Bowl and bowel are two words that are close in spelling and pronunciation and may be considered confusables. Confusables is a catch-all term for words that are often misused or confused; there are many confusing words in the English language that may be easily confused for each other in spoken English and written English. Two words or more than two words, even if they are common words, may be confused because they are similar in spelling, similar in pronunciation, or similar in meaning. These commonly confused words may be pronounced the same way or pronounced differently or may be spelled the same way or spelled differently, or may have different meanings or have almost different meanings; they may be homophones, homonyms, heteronyms, homographs, words that have a similar spelling, or words that have a similar meaning. Sometimes, confusables are word constructions that are not proper English words. Confusables often confound native speakers of English, and they may be difficult for ESL students and those learning English to understand. Confusables are misspelled, misused words that have a different meaning from one another and may be nouns, verbs, adjectives, adverbs, prepositions, or any other part of speech. Spelling rules in English are not dependable; there are many exceptions. Often, the best procedure to learn new words and commonly misused words and commonly confused words in English is to make word lists of English words for the learner to study to understand the difference in spelling and meaning. To learn new words in the English language, one must not only study a spelling words list, one must know the meaning of words in one’s vocabulary word list. It is also helpful to memorize how to correctly pronounce words and to know the etymology of new words or where they are derived from. A spell checker will rarely find this type of mistake in English vocabulary, so do not rely on spell check but instead, learn to spell and learn the definitions of words. Even a participant in a spelling bee like the National Spelling Bee will ask for an example of a confusable in a sentence, so that she understands which word she is to spell by using context clues. Confusables are often used in wordplay like puns. We will examine the different meanings of the confusables bowl and bowel, the word origins of the terms, and some examples of their English usage in sentences.

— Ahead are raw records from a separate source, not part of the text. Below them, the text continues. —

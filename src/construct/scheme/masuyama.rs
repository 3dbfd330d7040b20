//! Masuyama's schemes with twice as many rows as group elements.

use super::{Scheme, field_table, quadratic_forms};
use crate::algebra::Field;
use crate::construct::ConstructError;

/// The difference scheme D(2q, 2q, q) over the additive group of GF(q).
///
/// For q = 2^m it is [`field_table`]`(2, m + 1, m)`. For odd q, rows (u, x) and columns (v, y) with
/// u, v in {0, 1} and x, y in GF(q) hold quadratic forms in x and y: with a non-square n,
///
/// ```text
/// (0, x), (0, y):  x² + xy + (1 − 1/n)y²/4        (0, x), (1, y):  xy
/// (1, x), (0, y):  nx² + xy                       (1, x), (1, y):  nxy + (1 − n)y²/4
/// ```
///
/// put together by [`quadratic_forms`].
///
/// All of these must hold:
/// * q is a prime power,
/// * q = 2^m: 2q is at most 32,768.
///
/// Guarantee: D(2q, 2q, q), first row and first column zero.
///
/// # Errors
/// [`ConstructError::Algebra`] when there is no such field.
///
/// Cost: 4q² entries. References: Masuyama 1957, Sankhyā 18, 181–184; Jungnickel 1979,
/// Mathematische Zeitschrift 167, 49–60.
///
/// ```
/// use trysquare::construct::scheme::masuyama;
/// use trysquare::verify::{Demand, Verdict, certify};
/// let d = masuyama(5)?;
/// assert_eq!((d.rows(), d.columns(), d.order()), (10, 10, 5));
/// assert!(d.is_difference_scheme());
/// let judged = certify(&trysquare::construct::scheme::developed(&d)?, &Demand::strength(2))?;
/// assert_eq!(judged.verdict, Verdict::Orthogonal);
/// # Ok::<(), Box<dyn std::error::Error>>(())
/// ```
pub fn masuyama(q: u32) -> Result<Scheme, ConstructError> {
    let field = Field::new(q)?;
    if field.characteristic() == 2 {
        return field_table(2, field.degree() + 1, field.degree());
    }
    let n = field.generator();
    let invert = |a: u16| field.inv(a).expect("not zero in odd characteristic");
    let two = field.add(1, 1);
    let quarter = invert(field.mul(two, two));
    let beta = |c: u16| field.mul(quarter, field.sub(1, c));
    quadratic_forms(q, &[[[1, 1, beta(invert(n))], [0, 1, 0]], [[n, 1, 0], [0, n, beta(n)]]])
}
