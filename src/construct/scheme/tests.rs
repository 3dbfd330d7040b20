use super::by_definition::is_scheme;
use super::*;
use crate::algebra::{factorise, prime_power, prime_powers};
use crate::construct::ConstructError;
use crate::construct::hadamard::{paley_one, sylvester};
use crate::construct::testing::has_strength_two;

fn check(d: &Scheme, shape: (usize, usize, u16)) {
    assert_eq!((d.rows(), d.columns(), d.order()), shape);
    assert!(is_scheme(d), "D{shape:?}");
    assert!(d.is_difference_scheme());
    let n = d.normalised();
    assert!(n.is_difference_scheme() && n.has_zero_column());
    assert!((0..n.rows()).all(|i| n.entry(i, 0) == 0) && (0..n.columns()).all(|j| n.entry(0, j) == 0));
    assert_eq!(n.normalised(), n);
    if d.rows() == d.columns() {
        assert!(is_scheme(&d.transposed().unwrap()));
    } else {
        assert!(d.transposed().is_err());
    }
    if d.rows() * d.columns() <= 400 {
        check_arrays(d);
    }
}

fn check_arrays(d: &Scheme) {
    let s = usize::from(d.order());
    let a = developed(d).unwrap();
    assert_eq!((a.runs(), a.factors()), (d.rows() * s, d.columns()));
    assert!(a.levels().iter().all(|&l| l == d.order()));
    assert!(has_strength_two(&a));
    assert_eq!((0..d.columns()).map(|j| d.entry(0, j)).collect::<Vec<_>>(), a.row(0));
    if d.rows() > 1 {
        let wide = developed_with_rows(d).unwrap();
        assert_eq!(wide.factors(), d.columns() + 1);
        assert_eq!(usize::from(wide.levels()[d.columns()]), d.rows());
        assert!(has_strength_two(&wide));
        assert_eq!(wide.select(&(0..d.columns()).collect::<Vec<_>>()).unwrap(), a);
    }
}

#[test]
fn field_tables() {
    for q in prime_powers(2, 64) {
        let (p, a) = prime_power(q).unwrap();
        for b in 1..=a {
            let d = field_table(p as u16, a, b).unwrap();
            check(&d, (q as usize, q as usize, p.pow(b) as u16));
            assert_eq!(d, d.normalised());
        }
        assert!(field_table(p as u16, a, 0).is_err() && field_table(p as u16, a, a + 1).is_err());
    }
    for (p, a) in [(0, 1), (1, 1), (4, 1), (4, 2), (6, 1), (2, 16), (3, 40), (u16::MAX, 2)] {
        assert!(field_table(p, a, 1).is_err(), "{p} {a}");
    }
}

#[test]
fn masuyama_for_every_small_field() {
    for q in prime_powers(2, 32) {
        let d = masuyama(q).unwrap();
        check(&d, (2 * q as usize, 2 * q as usize, q as u16));
        assert_eq!(d, d.normalised());
    }
    for q in [0, 1, 6, 32_768, 65_536] {
        assert!(masuyama(q).is_err());
    }
}

#[test]
fn hadamard_matrices() {
    for h in [sylvester(0), sylvester(1), sylvester(3), paley_one(11), paley_one(27)] {
        let h = h.unwrap();
        check(&from_hadamard(&h).unwrap(), (h.order(), h.order(), 2));
    }
}

#[test]
fn kronecker_sums() {
    let over_three = [
        field_table(3, 1, 1).unwrap(),
        masuyama(3).unwrap(),
        field_table(3, 2, 1).unwrap(),
        zero_column(5, 3).unwrap(),
    ];
    for a in &over_three {
        for b in &over_three {
            let shape = (a.rows() * b.rows(), a.columns() * b.columns(), 3);
            check(&kronecker_sum(a, b).unwrap(), shape);
        }
    }
    assert!(kronecker_sum(&over_three[0], &field_table(2, 1, 1).unwrap()).is_err());
}

#[test]
fn images_onto_every_quotient() {
    let d = direct_sum(&field_table(2, 2, 2).unwrap(), &masuyama(3).unwrap()).unwrap();
    for (d, s) in [(d, 12u16), (field_table(2, 4, 4).unwrap(), 16), (masuyama(9).unwrap(), 9)] {
        for t in 0..=s + 1 {
            if t >= 2 && s.is_multiple_of(t) {
                check(&image(&d, t).unwrap(), (d.rows(), d.columns(), t));
            } else {
                assert!(image(&d, t).is_err(), "{s} {t}");
            }
        }
        assert_eq!(image(&d, s).unwrap(), d);
    }
}

#[test]
fn direct_sums() {
    let parts = [
        field_table(2, 1, 1).unwrap(),
        field_table(2, 2, 2).unwrap(),
        masuyama(3).unwrap(),
        field_table(5, 1, 1).unwrap(),
        zero_column(2, 3).unwrap(),
    ];
    for a in &parts {
        for b in &parts {
            let d = direct_sum(a, b).unwrap();
            check(&d, (a.rows() * b.rows(), a.columns().min(b.columns()), a.order() * b.order()));
            let primes: Vec<u64> = factorise(u64::from(d.order()))
                .into_iter()
                .flat_map(|(p, e)| std::iter::repeat_n(p, e as usize))
                .collect();
            assert!(d.group().factors().iter().map(|&f| u64::from(f)).eq(primes));
        }
    }
    let wide = zero_column(1, 300).unwrap();
    assert!(direct_sum(&wide, &wide).is_err());
}

#[test]
fn zero_columns_of_any_shape() {
    for r in 1..6 {
        for s in 2..6 {
            check(&zero_column(r, s).unwrap(), (r, 1, s));
        }
    }
    assert!(zero_column(0, 2).is_err() && zero_column(1, 1).is_err() && zero_column(1, 0).is_err());
    assert!(matches!(
        developed_with_rows(&zero_column(1, 3).unwrap()),
        Err(ConstructError::Condition { .. })
    ));
    assert!(matches!(
        developed_with_rows(&zero_column(65_536, 2).unwrap()),
        Err(ConstructError::Condition { .. })
    ));
}

#[test]
fn bose_bush_arrays_for_small_fields() {
    for (lambda, s) in [
        (1, 2),
        (2, 2),
        (4, 2),
        (8, 2),
        (1, 3),
        (3, 3),
        (9, 3),
        (1, 4),
        (2, 4),
        (4, 4),
        (1, 5),
        (5, 5),
        (2, 8),
        (3, 9),
        (1, 16),
    ] {
        let a = bose_bush(lambda, s).unwrap();
        let (l, t) = (usize::from(lambda), usize::from(s));
        assert_eq!((a.runs(), a.factors()), (l * t * t, l * t + 1));
        assert!(a.levels().iter().all(|&x| x == s));
        assert!(has_strength_two(&a), "{lambda} {s}");
    }
    for (lambda, s) in [(0, 2), (1, 1), (1, 0), (2, 3), (3, 2), (1, 6), (6, 6), (256, 256), (6, 2)] {
        assert!(bose_bush(lambda, s).is_err(), "{lambda} {s}");
    }
}

#[test]
fn starters_over_other_groups() {
    // Z_n written over the canonical group: two columns, every squarefree n.
    for n in 2..40u16 {
        let columns = [vec![0; n as usize], (0..n).collect()];
        let squarefree = factorise(u64::from(n)).iter().all(|&(_, e)| e == 1);
        match from_starter(&[n], &columns) {
            Ok(d) => {
                assert!(squarefree);
                check(&d, (n as usize, 2, n));
            }
            Err(e) => assert!(!squarefree && e.to_string().contains("squarefree")),
        }
    }
    // The conversion is a homomorphism from Z6 × Z2 onto 12 canonical elements.
    let source = crate::algebra::AbelianGroup::new(&[6, 2]).unwrap();
    let all: Vec<u16> = (0..12).collect();
    let d = from_starter(&[6, 2], &[all]).unwrap();
    for a in 0..12 {
        for b in 0..12 {
            let sum = source.add(a, b) as usize;
            assert_eq!(d.group().add(d.entry(a as usize, 0), d.entry(b as usize, 0)), d.entry(sum, 0));
        }
    }
}

#[test]
fn checked_doors_refuse_what_breaks_a_rule() {
    let reason =
        |factors: &[u16], columns: &[Vec<u16>]| from_starter(factors, columns).unwrap_err().to_string();
    assert!(reason(&[4], &[vec![0]]).contains("4 is not"));
    assert!(reason(&[], &[vec![0]]).contains("no group"));
    assert!(reason(&[3], &[]).contains("at least one row"));
    assert!(reason(&[3], &[vec![]]).contains("at least one row"));
    assert!(reason(&[3], &[vec![0, 3]]).contains("row 1, column 0 is 3"));
    assert!(reason(&[3], &[vec![0, 0], vec![0]]).contains("column 1 has 1"));
    assert!(reason(&[3], &[vec![0, 0], vec![0, 1]]).contains("columns 0 and 1"));
    assert!(reason(&[3], &[vec![0, 0, 0], vec![0, 1, 1]]).contains("columns 0 and 1"));
    assert!(Scheme::new(3, &[[0, 0, 3]]).unwrap_err().to_string().contains("row 2, column 0 is 3"));
    assert!(Scheme::new(1, &[[0]]).is_err());
    let d = masuyama(3).unwrap();
    assert!(d.select(&[]).is_err() && d.select(&[1, 2, 1]).is_err());
    check(&d.select(&[5, 0, 3]).unwrap(), (6, 3, 3));
    // Every change of one cell is seen.
    let columns: Vec<Vec<u16>> = (0..6).map(|j| d.column(j).to_vec()).collect();
    for j in 0..6 {
        for i in 0..6 {
            let mut changed = columns.clone();
            changed[j][i] = (changed[j][i] + 1) % 3;
            assert!(Scheme::new(3, &changed).is_err());
        }
    }
    assert_eq!(Scheme::new(3, &columns).unwrap(), d);
}

#[test]
fn dawson_and_de_launey_for_every_field_admitted() {
    for q in prime_powers(2, 33) {
        match dawson_de_launey(q) {
            Ok(d) => {
                let shape = (4 * q as usize, 4 * q as usize, q as u16);
                assert_eq!((d.rows(), d.columns(), d.order()), shape);
                assert!(d.is_difference_scheme() && d == d.normalised());
                if q <= 9 {
                    check(&d, shape);
                }
            }
            Err(_) => assert_eq!(q, 3),
        }
    }
    for q in [0, 1, 6, 37, 16_384, 65_521] {
        assert!(dawson_de_launey(q).is_err(), "{q}");
    }
}

/// All 2 × 2 squares of forms over GF(3) with α_u1 = 0 and γ_00 = γ_10 = γ_01 = 1, β_u1 = 0 for u = 0:
/// accepted exactly when the table of values is a difference scheme.
#[test]
fn quadratic_forms_accept_what_is_a_scheme() {
    let value = |f: [u16; 3], x: u16, y: u16| (f[0] * x * x + f[1] * x * y + f[2] * y * y) % 3;
    let mut accepted = 0;
    for code in 0..3u16.pow(6) {
        let digit = |k: u32| code / 3u16.pow(k) % 3;
        let forms = [
            [[digit(0), 1, digit(1)], [0, 1, 0]],
            [[digit(2), 1, digit(3)], [0, 1 + digit(4) % 2, digit(5)]],
        ];
        let columns: Vec<Vec<u16>> = (0..6u16)
            .map(|j| {
                (0..6u16)
                    .map(|i| value(forms[usize::from(i / 3)][usize::from(j / 3)], i % 3, j % 3))
                    .collect()
            })
            .collect();
        let result = quadratic_forms(3, &forms);
        assert_eq!(result.is_ok(), Scheme::new(3, &columns).is_ok(), "{forms:?}");
        accepted += usize::from(result.is_ok());
    }
    assert!(accepted > 0);
}

#[test]
fn quadratic_forms_refuse_what_breaks_a_rule() {
    let good = [[[1, 1, 2], [0, 1, 0]], [[2, 1, 0], [0, 2, 2]]];
    let reason = |q, forms: &[[[u16; 3]; 2]]| quadratic_forms(q, forms).unwrap_err().to_string();
    assert!(quadratic_forms(3, &good).is_ok());
    assert!(reason(4, &good).contains("odd"));
    assert!(reason(6, &good).contains("no field"));
    assert!(reason(3, &good[..1]).contains("square"));
    assert!(reason(3, &[]).contains("square"));
    assert!(reason(3, &[good[0], [[2, 0, 0], [0, 2, 2]]]).contains("form (1, 0)"));
    assert!(reason(3, &[good[0], [[2, 1, 3], [0, 2, 2]]]).contains("form (1, 0)"));
    assert!(reason(3, &[good[0], [[0, 1, 0], [0, 2, 2]]]).contains("columns 0 and 1"));
    assert!(reason(3, &[good[0], good[0]]).contains("columns 0 and 1"));
    check(&quadratic_forms(5, &[[[3, 2, 4]]]).unwrap(), (5, 5, 5));
}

may mean 1.) a deep dish suitable for holding food or other items 2. ) the contents of a bowl 3.) a playoff game to determine the winner of a certain league in sports like football 4.)  to roll the ball toward the pins in a game of bowling 5.) to propel the ball toward the batsman in a game of cricket 6.) in British English, to move rapidly in a certain direction. The word bowl is derived from the fifteenth century word bowl, which meant a wooden ball. Bowl may be used as a noun or a verb, related words are bowls, bowled, bowling, bowler.

The bowel is the intestine; the word bowel is also used figuratively to mean the deepest part of something. The word bowel is derived from the Old French word, boele, which means intestines.


Combine flour, baking soda, baking powder, salt and cinnamon in another bowl. (Daily Reporter)

A 2016 PepsiCo Inc Super Bowl ad featuring a woman dancing through different historical eras didn’t infringe an ad agency’s copyright in its allegedly similar pitch to the soda giant, the 2nd U.S. Circuit Court of Appeals affirmed Friday. (Reuters)

Irritable bowel syndrome is a chronic functional gastrointestinal disorder characterized by recurrent chronic abdominal pain and impaired bowel habits, which affects daily activity and work productivity, and is associated with a significant healthcare economic burden as well as an impaired quality of life and psycho-affective profile. (Dove Medical Press)

“They flew through the bowels of hell and would never abandon anyone on the ground,” Willing said. (Montana Standard)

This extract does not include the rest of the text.